It is impossible for a people or an aristocracy themselves to issue sovereign commands, or give effect to any project which requires a single person to undertake it, such as the command of an army and such like matters. They have to appoint magistrates or commissaires to this end, and these have neither the sovereign power, the authority, nor the majesty of a king. Whatever powers they have in virtue of their sovereignty, when popular or aristocratic states find themselves engaged in a perilous war either with a foreign enemy, or with one another, or in difficulty in bringing some overmighty subject to justice, in securing public order in times of calamity, in instituting magistrates, or undertaking any other weighty matter, they set up a dictator as sovereign ruler. They thereby recognize that monarchy is the sacred anchor on which of necessity, all must in the last instance rely. ...

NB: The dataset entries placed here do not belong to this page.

# ------------------------------------------------------------------ factor states
def _corrupt_design(rng: random.Random, state: dict, other: Schedule) -> tuple[Any, str]:
    import json

    choice = rng.randrange(10)
    if choice == 0:
        return json.loads(state["design"]), "json.loads(state['design'])"
    if choice == 1:
        return [state["design"]], "[state['design']]"
    if choice == 2:
        return None, "None"
    if choice == 3:  # another valid design, in the canonical form a factor saves
        text = json.dumps(sw.to_spec(other), sort_keys=True, separators=(",", ":"))
        return text, f"json.dumps(to_spec({design_src(other)}), sort_keys=True, separators=(',', ':'))"
    if choice == 4:
        return state["design"][: len(state["design"]) // 2], "state['design'][:len(state['design']) // 2]"
    if choice == 5:
        return state["design"].replace("0.", "1" * 5000 + ".", 1), "state['design'].replace('0.', '1' * 5000 + '.', 1)"
    if choice == 6:
        return ('{"version": 1, "schedule": ' + '[' * 10 ** 5 + ']' * 10 ** 5 + '}',
                "'{\"version\": 1, \"schedule\": ' + '[' * 10**5 + ']' * 10**5 + '}'")
    if choice == 7:
        return state["design"].replace('"version":1', '"version":1,"note":1', 1), "state['design'] with a bad note"
    if choice == 8:
        return 12, "12"
    t = state["design"].replace("0.", "-0.", 1)
    return t, "state['design'].replace('0.', '-0.', 1)"


def factor_states(rng: random.Random, n: int) -> list[Case]:
    """RateFactor state dicts with corrupted fields, loaded by ``__dict__.update`` as torch's LambdaLR does."""
    out = []
    while len(out) < n:
        s = _valid_schedule(rng, extreme=0.0)
        base_lr = rng.choice([0.1, 1e-3, 1.0])
        groups = None if rng.random() < 0.7 else [1.0, 0.1]
        other = _valid_schedule(rng, extreme=0.0)
        try:
            probe = sw.torch_factor(s, base_lr, groups)
        except Exception:  # noqa: BLE001 - a design the factor refuses has no state to corrupt
            continue
        state = dict((probe[0] if isinstance(probe, list) else probe).__dict__)
        if not isinstance(state.get("design"), str):
            state["design"] = json.dumps(sw.to_spec(s), sort_keys=True, separators=(",", ":"))
        corrupt: dict[str, Any] = {}
        lines = []
        fields = [k for k in state] + ["extra"]
        benign = rng.random() < 0.2  # the ordinary resume: the same state loaded back, maybe respelled
        for key in [] if benign else rng.sample(fields, rng.choice([1, 1, 2])):
            if key == "design":
                corrupt[key], text = _corrupt_design(rng, state, other)
            elif key == "extra":
                corrupt[rng.choice(["__call__", "_cache", "lr_lambda"])], text = 1, "1"
                key = next(iter(k for k in corrupt if k not in state))
            else:
                a = rng.choice(atoms.NUMBERS + atoms.WRONG_TYPES[:8])
                corrupt[key], text = a(), a.source
            lines.append(f"state[{key!r}] = {text}")
        if benign and rng.random() < 0.5 and isinstance(state.get("design"), str):
            import json

            corrupt["design"] = json.dumps(json.loads(state["design"]), indent=1)  # same design, other spacing
            lines.append("state['design'] = json.dumps(json.loads(state['design']), indent=1)")
        swap = "design" in corrupt and isinstance(corrupt["design"], str) and corrupt["design"] != state["design"] \
            and _loads_as_other(corrupt["design"], state["design"])

        def call(s=s, base_lr=base_lr, groups=groups, state=state, corrupt=corrupt, swap=swap):
            made = sw.torch_factor(s, base_lr, groups)
            factor = made[0] if isinstance(made, list) else made
            factor.__dict__.update({**state, **corrupt})  # what LambdaLR.load_state_dict does
            values = [factor(t) for t in (0, 1, 10, 10 ** 6)]
            if swap:
                raise Broken("RateFactor after load_state_dict", "a different design loaded silently",
                             f"rates {values[:2]} come from the checkpoint's design, not the one constructed")
            check_factor("RateFactor(t) after load_state_dict", factor)
            return None

        gsrc = "" if groups is None else f", groups={groups!r}"
        pick = "[0]" if groups else ""
        repro = (f"s = {design_src(s)}\nfactor = torch_factor(s, {base_lr!r}{gsrc}){pick}\n"
                 "state = dict(factor.__dict__)\n"
                 + "\n".join(lines) + "\nfactor.__dict__.update(state)  # LambdaLR.load_state_dict\n"
                 "[factor(t) for t in (0, 1, 10, 10**6, 2**53)]")
        out.append(Case("factor_states", call, repro))
    return out


def _loads_as_other(text: str, mine: str) -> bool:
    """Whether ``text`` is a valid design spec other than ``mine`` (the design-swap case)."""
    import json

    try:
        theirs = sw.from_spec(json.loads(text))
    except Exception:  # noqa: BLE001 - only a loadable, different design counts as a swap
        return False
    return theirs != sw.from_spec(json.loads(mine))


# ------------------------------------------------------------------ metrics
CELLS = ["0.5", "nan", "NaN", "inf", "-inf", "1e999", "'9' * 5000", "'1' * 200000", "''", "' '", "'\"'", "'a,b'",
         "'\\x00'", "'0x10'", "'1_000'", "'١'", "'\\ufeff0.1'", "'1e-400'", "'-0'", "'true'"]

HISTORIES = [atom(s) for s in (
    "[]", "[float('nan')]", "[0.5, float('nan'), 0.6]", "[0.5, float('inf')]", "[10**400]", "[10**5000 - 1]",
    "[2**1024]", "[0.5, '0.6']", "[None]", "[True, False]", "[complex(1, 0)]", "[[0.5]]",
    "np.array([])", "np.array([[0.5, 0.6]])", "np.array(0.5)", "np.array([0.5, 0.6], dtype=object)",
    "np.array(['0.5'])", "np.array([1 + 0j])", "np.array([True, False])",
    "np.ma.masked_array([0.5, 0.6, 0.7], mask=[False, True, False])", "np.ma.masked_array([], mask=[])",
    "np.array([1e308, 1e308])", "np.array([-1e308, 1e308] * 100)", "np.array([2**63 - 1], dtype=np.int64)",
    "np.array([2**64 - 1], dtype=np.uint64)", "np.arange(10**6) / 10**6", "[0.5] * 10**5",
    "list(np.random.default_rng(0).random(10**5))", "(x for x in [0.5])", "{0.5, 0.6}", "{'a': 0.5}", "'0.5,0.6'",
    "range(10)", "np.float64(0.5)", "Decimal('0.5')", "[Decimal('NaN')]", "[Fraction(1, 3)]", "[np.float16(0.5)]",
    "np.array([0.5, 0.6], dtype=np.float16)", "np.array(['2020-01-01'], dtype='datetime64[D]')",
    "bytearray(b'a\\n0.5\\n')", "memoryview(b'a\\n0.5\\n')",
)]


def _csv_text(rng: random.Random) -> tuple[str, str]:
    """CSV text and its source: huge fields, huge ints, NaN, quotes, binary garbage, odd shapes."""
    kind = rng.randrange(9)
    if kind == 0:
        cell = rng.choice(CELLS)
        cell_src = cell if cell.startswith("'") else repr(cell)
        return f"'epoch,val\\n0,0.5\\n1,' + {cell_src} + '\\n'", "a bad cell"
    if kind == 1:
        return f"'epoch,val\\n' + ''.join(f'{{i}},0.5\\n' for i in range({rng.choice([10**3, 10**4, 10**5])}))", "long"
    if kind == 2:
        return f"'val\\n\"' + 'x' * {rng.choice([131072, 200000, 10**6])} + '\"\\n0.5\\n'", "a huge quoted field"
    if kind == 3:
        return "bytes(range(256)).decode('latin-1') * 4", "garbage"
    if kind == 4:
        return rng.choice(["''", "'#only a comment\\n'", "'epoch,val\\n'", "'\\n\\n\\n'", "'val'", "','",
                           "'\\ufeff'"]), "empty"
    if kind == 5:
        return rng.choice(["'a,b\\n1\\n'", "'a,b\\n1,2,3\\n'", "'\"a\\n0.5'", "'a\\r0.5\\r0.6'", "'a\\n\"0.5'",
                           "'a;b\\n0.5;0.6\\n'", "'a\\n0.5\\n' * 3"]), "odd shape"
    if kind == 6:
        return f"'val\\n' + '9' * {rng.choice([400, 4300, 5000, 10**5])} + '\\n'", "huge number"
    if kind == 7:
        return f"',' * {rng.choice([10**4, 10**5, 10**6])} + '\\n' + '0.5,' * 3", "many columns"
    return "'a\\x00b\\n0.5\\n'", "NUL"


def metrics(rng: random.Random, n: int, folder: Path) -> list[Case]:
    """read_metric on hostile CSVs (text, bytes, files) and arrays; replay_plateau on hostile histories."""
    out = []
    for i in range(n):
        route = rng.randrange(5)
        if route in (0, 1):
            expr, _ = _csv_text(rng)
            text = eval(expr)  # noqa: S307 - our own expression, kept as the repro
            column = rng.choice([None, None, None, "val", 0, 1, -1, 2 ** 64, 10 ** 5000 - 1, True, 1.0, "VAL"])
            colsrc = src(column)
            if route == 0:
                data = text.encode("utf-8", errors="surrogatepass")
                out.append(Case("metrics", (lambda d=data, c=column: sw.read_metric(d, c)),
                                f"read_metric(({expr}).encode('utf-8', 'surrogatepass'), {colsrc})"))
            else:
                path = folder / f"metric_{i}.csv"
                path.write_bytes(text.encode("utf-8", errors="surrogatepass"))
                out.append(Case("metrics", (lambda p=path, c=column: sw.read_metric(p, c)),
                                f"open('m.csv', 'w', encoding='utf-8', errors='surrogatepass')"
                                          f".write({expr})\nread_metric(Path('m.csv'), {colsrc})"))
        elif route == 2:
            a = rng.choice(HISTORIES)
            out.append(Case("metrics", (lambda a=a: sw.read_metric(a())), f"read_metric({a.source})"))
        else:
            a = rng.choice(HISTORIES + [atom("[0.5, 0.6, 0.6, 0.6, 0.6, 0.7]")] * 6)
            kwargs: dict[str, Any] = {}
            for name in rng.sample(["start_lr", "factor", "patience", "tolerance", "wait_after_drop", "floor",
                                    "goal", "relative", "base"], rng.choice([0, 1, 2])):
                pool = SPECIAL.get(name, []) + atoms.NUMBERS + atoms.WRONG_TYPES[:6]
                if name == "base":
                    pool = [atom(f"warmup(flat(0.1), {k})") for k in (1, 5, 2 ** 53)] + [atom("flat(0.0)")] + pool
                kwargs[name] = rng.choice(pool)()
            start = kwargs.pop("start_lr", 0.1)
            call = ", ".join([f"{k}={src(v)}" for k, v in kwargs.items()])
            fn = sw.replay_plateau if route == 3 else sw.plateau_source
            out.append(Case("metrics", (lambda fn=fn, a=a, st=start, k=kwargs: fn(a(), st, **k) if fn is
                                        sw.replay_plateau else fn(st, **k)),
                            (f"replay_plateau({a.source}, {src(start)}, {call})" if route == 3
                             else f"plateau_source({src(start)}, {call})"),
                            check if route == 3 else run_source("plateau", "PlateauRate")))
    return out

There are many who make the mistake of thinking that an aristocracy is the best kind of state because many heads better than one in all matters requiring judgement, experience, and good counsel. But there is a great difference between counsel and command. It is better to take the opinion of many than of one in all matters of counsel, for it is said that many understand better than one. But for taking a decision and issuing an order, one is always better than many. He can think over the advice that each has given and then reach a decision without being challenged. Many cannot achieve this so easily. Moreover ambition is unavoidable where there are several rulers sharing power equally, and there are always some who would rather see the commonwealth ruined than recognize that another was wiser than they. Others recognize it well enough, but pride, and fear for their reputation, prevents them from changing their opinions. In fact it is necessary that there should be a sovereign prince with power to make decisions upon the advice of his council. It is impossible that the commonwealth, which is one body, should have many heads, as the Emperor Tiberius pointed out to the Senate.

It is said that new princes run after novelties. If it is true that some, in order to make their power felt, published new laws with and without reason, this evil is much more characteristic of popular and aristocratic states. Magistrates who are in the place of kings in such commonwealths, but have only a very short term of office, are consumed with anxiety lest their year of authority should pass by without anything having been accomplished for which they could be well or ill spoken of. More laws were published in Rome and Athens than all the rest of the world put together. From jealousy of their predecessors magistrates continually undid their work, and always to get credit for themselves, and to steal honour from their compatriots at the expense of the commonwealth. In order to circumvent such dangerous and insatiate ambition, in popular and aristocratic states the name of the magistrate proposing it should not be prefixed to a law, as was the practice in Rome and Athens. This was the cause of such an excess of law-making.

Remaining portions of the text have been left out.